2. **Learning ownership**: Who owns a learning — the contract creator, the repository, or the organization?
3. **Privacy**: Are learnings visible to all users, or scoped by access control?
4. **Embedding model**: For similarity-based deduplication and search, which embedding model should be used? Trade-off between quality and cost.
5. **Storage limits**: Should there be a cap on the number of learnings per repository/owner?
6. **Manual curation**: Should users be able to manually create, edit, or delete learnings outside the compound phase?
7. **Export/import**: Should learnings be exportable/importable across makima instances?
---
## Alternatives Considered
| Alternative | Pros | Cons | Decision |
|-------------|------|------|----------|
| Store learnings only in contract files | Simple, uses existing infrastructure | Not easily searchable across contracts | Rejected — search is critical |
| Store learnings only in repo files | Portable, version-controlled, greppable | Lost if repo deleted; no cross-repo search | Partial — use as secondary storage |
| Use external knowledge base (e.g., vector DB) | Best search quality | Added infrastructure dependency | Deferred — consider for v2 |
| Manual-only knowledge capture | No noise | Knowledge rarely captured | Rejected — must be automatic |
| Full contract history indexing | Most complete | Massive storage, noise, privacy concerns | Rejected — too much signal-to-noise |
---
## Priority & Complexity Assessment
- **Priority: HIGH** — This is the defining feature of compound engineering.

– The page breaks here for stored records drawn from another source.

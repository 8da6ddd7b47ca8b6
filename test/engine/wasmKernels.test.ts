import { spawnSync } from 'node:child_process';
import { mkdtempSync, readFileSync, rmSync } from 'node:fs';
import { tmpdir } from 'node:os';
import { join } from 'node:path';
import { fileURLToPath } from 'node:url';
import { afterAll, describe, expect, it } from 'vitest';
import { CompiledPlanBuilder, type CompiledPlan } from '../../src/engine/compiledPlan.js';
import { referenceKernels } from '../../src/engine/kernels.js';
import type { KernelName } from '../../src/engine/kernelCall.js';
import type { DensityMatrix } from '../../src/engine/layout.js';
import { isTracePreservingRealForm, realFormOf } from '../../src/engine/realForm.js';
import { applyCompiled, createSharedDensityMatrix, kernelFamilyOf } from '../../src/engine/runCompiled.js';
import { closeSharedThreadPool, sharedThreadPool } from '../../src/engine/threadPool.js';
import { kernelFamilyFor, WASM_MAX_QUBITS, WASM_MIN_QUBITS, wasmKernelModule } from '../../src/engine/wasmKernels.js';
import { krausToSuperoperator } from '../../src/linalg/superoperator.js';
import { diag, type CMatrix } from '../../src/linalg/cmatrix.js';
import { diagonalTable, DIAGONAL_BIN_MAX_QUBITS } from '../../src/plan/diagonalBatch.js';
import { denseChannel, rhoDiff, rhoToMath } from './dense.js';
import { mulberry32, randomDensityMatrix, randomKraus, sameBits } from './helpers.js';

afterAll(() => closeSharedThreadPool());

/** Agreement required of the WebAssembly kernels with the reference kernels and the dense route (issue 12: 1e-14). */
const WASM_AGREEMENT = 1e-14;

const root = fileURLToPath(new URL('../../', import.meta.url));

/** Random Hermitian n-qubit matrix with entries of size ~1/D (cheap for 10 qubits; the kernels need Hermiticity, not positivity). */
function randomHermitian(rng: () => number, n: number): Float64Array {
  const D = 1 << n;
  const data = new Float64Array(2 * D * D);
  for (let r = 0; r < D; r++) {
    for (let c = r; c < D; c++) {
      const re = (rng() - 0.5) / D;
      const im = r === c ? 0 : (rng() - 0.5) / D;
      data[2 * (r * D + c)] = re;
      data[2 * (r * D + c) + 1] = im;
      data[2 * (c * D + r)] = re;
      data[2 * (c * D + r) + 1] = -im;
    }
  }
  return data;
}

/** A one-call plan applying the channel `kraus` on `targets` with `kernel`. */
function onePassPlan(n: number, kernel: KernelName, targets: readonly number[], kraus: readonly CMatrix[]): CompiledPlan {
  const b = new CompiledPlanBuilder(n);
  const off = b.addNumbers(realFormOf(krausToSuperoperator(kraus), targets.length)!);
  b.addCall({ kernel, qubits: targets, off });
  return b.build();
}

/** ρ0 after `plan` with the WebAssembly kernels and with the JS kernels. */
function bothFamilies(n: number, rho0: Float64Array, plan: CompiledPlan): { wasm: DensityMatrix; js: DensityMatrix } {
  const wasm = createSharedDensityMatrix(n, 'wasm');
  const js = createSharedDensityMatrix(n, 'js');
  wasm.data.set(rho0);
  js.data.set(rho0);
  applyCompiled(wasm, plan);
  applyCompiled(js, plan);
  expect(kernelFamilyOf(wasm)).toBe('wasm');
  expect(kernelFamilyOf(js)).toBe('js');
  return { wasm, js };
}

function maxDiff(a: Float64Array, b: Float64Array): number {
  let w = 0;
  for (let i = 0; i < a.length; i++) w = Math.max(w, Math.abs(a[i]! - b[i]!));
  return w;
}

/**
 * Target pairs for n qubits: every ordered pair up to 6 qubits; on 7–8 neighbours both ways,
 * the two ends both ways and a middle pair; on 9–10 (16 MiB registers) the two ends both ways
 * and the last neighbours.
 */
function pairs(n: number): Array<[number, number]> {
  const out: Array<[number, number]> = [];
  if (n <= 6) {
    for (let a = 0; a < n; a++) for (let b = 0; b < n; b++) if (a !== b) out.push([a, b]);
    return out;
  }
  if (n >= 9) return [[0, n - 1], [n - 1, 0], [n - 2, n - 1]];
  out.push([0, 1], [1, 0], [n - 2, n - 1], [n - 1, n - 2], [0, n - 1], [n - 1, 0], [2, n - 3]);
  return out;
}

/** A diagonal channel on `qubits`: a random diagonal unitary (phases e^{iφ}) or, on one qubit, phase damping. */
interface DiagonalOp {
  readonly qubits: number[];
  readonly kraus: CMatrix[];
}

/**
 * Random diagonal channels filling bins A and B (disjoint; B may be empty): on each bin a
 * phase-damping channel per qubit (Kraus diag(1, √(1−λ)), diag(0, √λ), N&C eq. 8.127–8.128) and
 * diagonal unitaries on random pairs and single qubits of the bin.
 */
function diagonalOps(rng: () => number, a: readonly number[], b: readonly number[]): DiagonalOp[] {
  const ops: DiagonalOp[] = [];
  const phases = (k: number): CMatrix => diag(Array.from({ length: 1 << k }, () => [Math.cos(6 * rng()), Math.sin(6 * rng())] as [number, number]));
  for (const bin of [a, b]) {
    for (const q of bin) {
      const lambda = 0.05 + 0.5 * rng();
      ops.push({ qubits: [q], kraus: [diag([1, Math.sqrt(1 - lambda)]), diag([0, Math.sqrt(lambda)])] });
    }
    for (let i = 0; i + 1 < bin.length; i += 2) ops.push({ qubits: [bin[i + 1]!, bin[i]!], kraus: [phases(2)] });
    if (bin.length > 0) ops.push({ qubits: [bin[bin.length - 1]!], kraus: [phases(1)] });
  }
  return ops;
}

/** A one-call plan applying the diagonal channels `ops` as the product tables over bins a and b. */
function diagonalPlan(n: number, a: readonly number[], b: readonly number[], ops: readonly DiagonalOp[]): CompiledPlan {
  const members = ops.map((o) => ({ qubits: o.qubits, superop: krausToSuperoperator(o.kraus) }));
  const plan = new CompiledPlanBuilder(n);
  const off = plan.addNumbers(diagonalTable(members, a));
  const offB = plan.addNumbers(diagonalTable(members, b));
  plan.addCall({ kernel: 'diagonal', qubits: a, qubitsB: b, off, offB });
  return plan.build();
}

/**
 * Bin pairs on n qubits: one bin of every qubit (up to DIAGONAL_BIN_MAX_QUBITS), one bin of a
 * single middle qubit, and two bins: interleaved qubits, and the low and high halves (listed
 * high first, so the packed order is not the register order).
 */
function diagonalBinPairs(rng: () => number, n: number): Array<[number[], number[]]> {
  const all = Array.from({ length: n }, (_, q) => q);
  const out: Array<[number[], number[]]> = [[all.slice(0, DIAGONAL_BIN_MAX_QUBITS), []], [[n >> 1], []]];
  if (n >= 2) {
    const shuffled = [...all].sort(() => rng() - 0.5);
    const kA = Math.min(DIAGONAL_BIN_MAX_QUBITS, Math.ceil(n / 2));
    out.push([shuffled.slice(0, kA).sort((x, y) => x - y), shuffled.slice(kA, kA + DIAGONAL_BIN_MAX_QUBITS).sort((x, y) => x - y)]);
    const half = n >> 1;
    out.push([all.slice(half).slice(0, DIAGONAL_BIN_MAX_QUBITS).reverse(), all.slice(0, half).reverse()]);
  }
  return out;
}

describe('WebAssembly kernels', () => {
  it('run on this Node (the fresh-clone default) from WASM_MIN_QUBITS to WASM_MAX_QUBITS (any size when asked), the JS kernels elsewhere', () => {
    expect(wasmKernelModule()).toBeDefined();
    expect(kernelFamilyFor(WASM_MIN_QUBITS)).toBe('wasm');
    expect(kernelFamilyFor(WASM_MAX_QUBITS)).toBe('wasm');
    expect(kernelFamilyFor(WASM_MIN_QUBITS - 1)).toBe('js');
    expect(kernelFamilyFor(1, 'wasm')).toBe('wasm');
    expect(kernelFamilyFor(WASM_MAX_QUBITS + 1)).toBe('js');
    expect(kernelFamilyFor(WASM_MAX_QUBITS + 1, 'wasm')).toBe('js');
    expect(kernelFamilyFor(10, 'js')).toBe('js');
  });

  it('the committed wasm/kernels.wasm is exactly what its generator writes', () => {
    const dir = mkdtempSync(join(tmpdir(), 'fray-wasm-'));
    try {
      const out = join(dir, 'kernels.wasm');
      const r = spawnSync(process.execPath, [join(root, 'test/bench/generateWasmKernels.mjs')], { env: { ...process.env, WASM_OUT: out }, encoding: 'utf8' });
      expect(r.status, r.stderr).toBe(0);
      expect(Buffer.compare(readFileSync(out), readFileSync(join(root, 'wasm/kernels.wasm')))).toBe(0);
    } finally {
      rmSync(dir, { recursive: true, force: true });
    }
  });

  // Source for the physics: the reference kernels (src/engine/kernels.ts, checked against mathjs
  // in kernels.test.ts) and, below, the dense mathjs route. Bit-for-bit equality with the JS
  // real-form kernels holds because both do the same IEEE operations in the same order.
  /** Whether to also run the (slow, plain) reference kernel: always up to 8 qubits, on the first target set above (bit-for-bit equality with the JS kernels carries the rest). */
  const checkReference = (n: number, index: number) => n <= 8 || index === 0;

  it.each([1, 2, 3, 4, 5, 6, 7, 8, 9, 10])('1-qubit channels on %i qubits (every qubit up to 6; first, middle, last on 7–8; first and last on 9–10): bit-for-bit the JS kernels, 1e-14 the reference', (n) => {
    const rng = mulberry32(12_100 + n);
    const qubits = n <= 6 ? Array.from({ length: n }, (_, q) => q) : n <= 8 ? [0, n >> 1, n - 1] : [0, n - 1];
    for (const [index, q] of qubits.entries()) {
      const rho0 = randomHermitian(rng, n);
      const kraus = randomKraus(rng, 2, 1 + (q % 3));
      const tp = realFormOf(krausToSuperoperator(kraus), 1)!;
      expect(isTracePreservingRealForm(tp)).toBe(true);
      for (const kernel of ['real1', 'real1tp'] as const) {
        const { wasm, js } = bothFamilies(n, rho0, onePassPlan(n, kernel, [q], kraus));
        expect(sameBits(wasm.data, js.data)).toBe(true);
        if (!checkReference(n, index)) continue;
        const ref: DensityMatrix = { n, dim: 1 << n, data: Float64Array.from(rho0) };
        referenceKernels.applyKraus(ref, [q], kraus);
        expect(maxDiff(wasm.data, ref.data)).toBeLessThan(WASM_AGREEMENT);
      }
    }
  });

  it.each([2, 3, 4, 5, 6, 7, 8, 9, 10])('2-qubit channels on %i qubits, adjacent, reversed and distant pairs: bit-for-bit the JS kernel, 1e-14 the reference', (n) => {
    const rng = mulberry32(12_200 + n);
    for (const [index, [a, b]] of pairs(n).entries()) {
      const rho0 = randomHermitian(rng, n);
      const kraus = randomKraus(rng, 4, 2);
      const { wasm, js } = bothFamilies(n, rho0, onePassPlan(n, 'real2', [a, b], kraus));
      expect(sameBits(wasm.data, js.data)).toBe(true);
      if (!checkReference(n, index)) continue;
      const ref: DensityMatrix = { n, dim: 1 << n, data: Float64Array.from(rho0) };
      referenceKernels.applyKraus(ref, [a, b], kraus);
      expect(maxDiff(wasm.data, ref.data)).toBeLessThan(WASM_AGREEMENT);
    }
  });

  // Source: independent dense computation with mathjs (full 2^n × 2^n operators, ./dense.ts).
  it.each([1, 2, 3, 4])('agree with the dense mathjs route to 1e-14 on %i qubits (every target and pair)', (n) => {
    const rng = mulberry32(12_300 + n);
    const targetSets: number[][] = [];
    for (let a = 0; a < n; a++) targetSets.push([a]);
    for (const p of pairs(n)) targetSets.push(p);
    for (const targets of targetSets) {
      const rho = randomDensityMatrix(rng, n);
      const kraus = randomKraus(rng, 1 << targets.length, 2);
      const expected = denseChannel(n, targets, kraus, rhoToMath(rho));
      const { wasm } = bothFamilies(n, rho.data, onePassPlan(n, targets.length === 1 ? 'real1tp' : 'real2', targets, kraus));
      expect(rhoDiff(wasm, expected)).toBeLessThan(WASM_AGREEMENT);
    }
  });

  // Source for the physics: the reference kernels applying each diagonal channel by its Kraus
  // operators (src/engine/kernels.ts, checked against mathjs in kernels.test.ts). Bit-for-bit
  // equality with the JS diagonal kernel holds because both do the same two complex products per
  // element in the same order.
  it.each([1, 2, 3, 4, 5, 6, 7, 8, 9, 10])('diagonal batches on %i qubits, one and two bins: bit-for-bit the JS kernel, 1e-14 the reference', (n) => {
    const rng = mulberry32(12_500 + n);
    for (const [index, [a, b]] of diagonalBinPairs(rng, n).entries()) {
      const rho0 = randomHermitian(rng, n);
      const ops = diagonalOps(rng, a, b);
      const { wasm, js } = bothFamilies(n, rho0, diagonalPlan(n, a, b, ops));
      expect(sameBits(wasm.data, js.data)).toBe(true);
      if (!checkReference(n, index)) continue;
      const ref: DensityMatrix = { n, dim: 1 << n, data: Float64Array.from(rho0) };
      for (const o of ops) referenceKernels.applyKraus(ref, o.qubits, o.kraus);
      expect(maxDiff(wasm.data, ref.data)).toBeLessThan(WASM_AGREEMENT);
    }
  });

  // Source: independent dense computation with mathjs (full 2^n × 2^n operators, ./dense.ts).
  it.each([1, 2, 3, 4])('diagonal batches agree with the dense mathjs route to 1e-14 on %i qubits', (n) => {
    const rng = mulberry32(12_600 + n);
    for (const [a, b] of diagonalBinPairs(rng, n)) {
      const rho = randomDensityMatrix(rng, n);
      const ops = diagonalOps(rng, a, b);
      let expected = rhoToMath(rho);
      for (const o of ops) expected = denseChannel(n, o.qubits, o.kraus, expected);
      const { wasm } = bothFamilies(n, rho.data, diagonalPlan(n, a, b, ops));
      expect(rhoDiff(wasm, expected)).toBeLessThan(WASM_AGREEMENT);
    }
  });

  it('give bit-for-bit the same ρ on 1 and 2 threads, equal to the JS kernels on 2 threads', () => {
    const pool = sharedThreadPool(2, false);
    pool.ready();
    const n = 7;
    const rng = mulberry32(12_400);
    const b = new CompiledPlanBuilder(n);
    for (let i = 0; i < 16; i++) {
      const k = 1 + (i % 2);
      const qubits = k === 1 ? [(3 * i) % n] : [i % n, (i + 2 + (i % 3)) % n];
      const real = realFormOf(krausToSuperoperator(randomKraus(rng, 1 << k, 2)), k)!;
      b.addCall({ kernel: k === 2 ? 'real2' : i % 4 === 0 ? 'real1' : 'real1tp', qubits, off: b.addNumbers(real) });
      if (i % 5 === 4) {
        // a diagonal batch: two bins every other time
        const [binA, binB] = i % 10 === 4 ? [[1, 3, 4], [0, 6]] : [[2, 5], []];
        const members = diagonalOps(rng, binA, binB).map((o) => ({ qubits: o.qubits, superop: krausToSuperoperator(o.kraus) }));
        const off = b.addNumbers(diagonalTable(members, binA));
        b.addCall({ kernel: 'diagonal', qubits: binA, qubitsB: binB, off, offB: b.addNumbers(diagonalTable(members, binB)) });
      }
    }
    const plan = b.build();
    const one = createSharedDensityMatrix(n, 'wasm');
    const two = createSharedDensityMatrix(n, 'wasm');
    const jsTwo = createSharedDensityMatrix(n, 'js');
    applyCompiled(one, plan);
    applyCompiled(two, plan, pool, 1);
    applyCompiled(jsTwo, plan, pool, 1);
    expect(pool.parts).toBe(2);
    expect(sameBits(one.data, two.data)).toBe(true);
    expect(sameBits(one.data, jsTwo.data)).toBe(true);
  });
});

Without knowledge accumulation, every contract starts from scratch. This is the feature that creates compounding returns.
- **Complexity: MEDIUM** — Core capture and storage is straightforward using existing contract files and repo sync. Search quality and relevance decay require iterative refinement.
- **Risk: MEDIUM** — Primary risk is low adoption (users skip compound phase) mitigated by auto-trigger. Secondary risk is knowledge base noise mitigated by quality gates.